Method - How to make Crispy Jalebi using Rava

Take out the semolina in a big bowl, add flour, food color and half cup yogurt and mix it. Then add 3/4 cup water to it and prepare a thick batter.

Cover the prepared mixture for 20 to 25 minutes so that the semolina is well prepared and flowered.

Make syrup

To make syrup, keep 1.5 cups of sugar and 1 cup of water and 2 tablespoons of water in a large vessel and put it to cook. Cook the sugar until it completely dissolves in water. Continue running the syrup in a while. After dissolving in sugar water, check the syrup, take 1 to 2 drops of sugar in a cup of sugar syrup. After cooling it, paste it between the fingers and thumb, if it becomes 1 wire in the syrup, the syrup is ready, stop the gas.

Mix the grated cardamom powder in the syrup and mix 1 teaspoon of lemon juice so that the sugar syrup is not mixed. Make jalebi
The mixture of jalebi is well-groomed and ready. Add baking powder and mix it. Add ghee to the pan and heat it. Take an angle to make jalebi. You can also make jalebi by filling a batter in any polyethylene.

Fill the batter in the angle. Cut the angle slightly smaller from below. After ghee is warmed, add a bit batter in it and check whether the ghee is properly heated or not. If batter Sikar is coming up, ghee is hot enough.

Pressing the angle a little while, pushing its edge with a hand-gol round and put it in a bowl and give the size of the jalebi, as much as you can get in the jalebi khadhahi. Repeat Jalebi till it is well Crisp and golden brown. After being well-fed with jalebi, take out the jalebi and put it on a pinch, so that its extra ghee can be turned back on the gram and put hot jalebi in the syrup. Allow jalebi to be immersed in syrup, the syrup is filled inside the jalebi. After that, remove it from syrup and keep it in the plate. Prepare all the jalebi flasks in the syrup and prepare it.

Garam is ready to be a deliciously delicious jujibi of delicious semolina, serve it and enjoy its taste.


Do not dilute the batter for Jalebi. The batter should be slightly thicker for Jalebi.
The syrup is to be made of a wire. If the syrup is more slim then the jalebi will become soft after drowning in it.
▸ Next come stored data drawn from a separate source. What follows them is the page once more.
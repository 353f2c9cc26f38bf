"""The program against values from outside it, as one table.

    python tests/accuracy/table.py

Every line compares published closed forms, or numbers computed from them by two routes that share nothing with this
program (25-digit evaluation; frequency quadrature, eigenfunction series or finite volumes), with what the public calls
of `cable` and `morphology` return. Sources as named; formulas and citations from memory unless derived.
"""

from __future__ import annotations

import math
from collections.abc import Callable, Iterable, Iterator
from dataclasses import dataclass, replace

import numpy as np

from cable import CableModel, Electrode, Kernel, Membrane, Placed, SpikeTrain, SynapticInput
from cable.theory.units import BOLTZMANN_J_PER_K, KELVIN_AT_0_C
from morphology import CellTree, Site, Zone

PLAIN = Membrane(axial_resistivity_ohm_cm=150.0, capacitance_uF_cm2=1.0, resistance_ohm_cm2=20000.0, rest_mV=0.0)
LAMBDA_UM, R_INF_MOHM = 816.496580928, 389.848400617
CABLE = "1 3 0 0 0 1 -1\n2 3 500 0 0 1 1\n3 3 1000 0 0 1 2\n"
BALL_AND_STICK = "1 1 0 0 0 10 -1\n2 3 10 0 0 1 1\n3 3 1010 0 0 1 2\n"
TRUNK = 0.5 * 2 ** (2 / 3) * 1.2
Y_TREE = (
    f"1 3 0 0 0 {TRUNK!r} -1\n2 3 400 0 0 {TRUNK!r} 1\n3 3 400 0 0 0.6 2\n4 3 580 240 0 0.6 3\n"
    "5 3 400 0 0 0.6 2\n6 3 580 -240 0 0.6 5\n"
)
LONG = f"1 3 0 0 0 1 -1\n2 3 {40 * LAMBDA_UM!r} 0 0 1 1\n"
RC = f"1 1 0 0 0 {math.sqrt(1e4 / (4 * math.pi))!r} -1\n"  # 100 pF, 200 MΩ
NONE = np.zeros(0)
Pairs = Iterator[tuple[float, float]]


@dataclass(frozen=True)
class Topic:
    """One line of the table: what is compared, with whom, and (want, got) pairs."""

    words: str
    source: str
    pairs: Callable[[], Pairs]

    def worst(self) -> tuple[int, float]:
        """How many values, and the largest relative difference."""
        found = [abs(got / want - 1) for want, got in self.pairs()]
        return len(found), max(found)


def both(want: Iterable[float], got: Iterable[float]) -> Pairs:
    """Pairs of two lists of one length."""
    return zip(want, got, strict=True)


def cell(text: str, *inputs: SynapticInput, sites: tuple[Site, ...] = (), **extra) -> CableModel:
    """A model with the plain membrane."""
    return CableModel(CellTree.from_text(text), PLAIN, inputs, sites, **extra)


def spread(**values) -> SynapticInput:
    """Current synapses over the whole cell: exponential of 2 ms and 20 fC unless said otherwise."""
    usual = dict(name="a", where=Zone(), rate_Hz=1.0, kernel=Kernel.exponential(2.0), current_pA=10.0)
    return SynapticInput(**{**usual, **values})


def ends(text: str, last: int) -> CableModel:
    return cell(text, sites=(Site("end", swc_id=last),))


def steady() -> Pairs:
    still = np.zeros(1)
    model = cell(CABLE, sites=(Site("middle", swc_id=2), Site("end", swc_id=3)))
    root = model.spectrum("soma", still, "end")
    own = abs(root.input_impedance_MOhm[0])
    yield 463.526791954, own
    yield 0.540960099062, abs(root.transfer_impedance_MOhm[0]) / own
    yield 0.645599693246, abs(model.spectrum("soma", still, "middle").transfer_impedance_MOhm[0]) / own
    table = {0.2: (5.06648956344, 0.980327997645), 0.5: (2.16395341374, 0.88681888397)}
    table |= {1.0: (1.3130352855, 0.648054273664), 1.5: (1.10479139298, 0.425096034942)}
    table |= {2.0: (1.03731472073, 0.265802228834)}
    for length, (coth, sech) in table.items():
        one = ends(f"1 3 0 0 0 1 -1\n2 3 {length * LAMBDA_UM!r} 0 0 1 1\n", 2).spectrum("soma", still, "end")
        yield coth * R_INF_MOHM, abs(one.input_impedance_MOhm[0])
        yield sech, abs(one.transfer_impedance_MOhm[0] / one.input_impedance_MOhm[0])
If the syrup becomes too thick or it becomes 2 terets, then the syrup will not go inside Jalebi and it will be wrapped up on the Jalebi.
When sugar is contaminated, while making syrup, add 1 table spoon milk, the syrup of syrup will come on top of the syrup as froth, remove it from the cottage and remove it, will be ready with a clean syrup.
When the ghee becomes hot, make the medium medium and make jalebi. If Ghee is less hot then Jalebi will not be well flowered.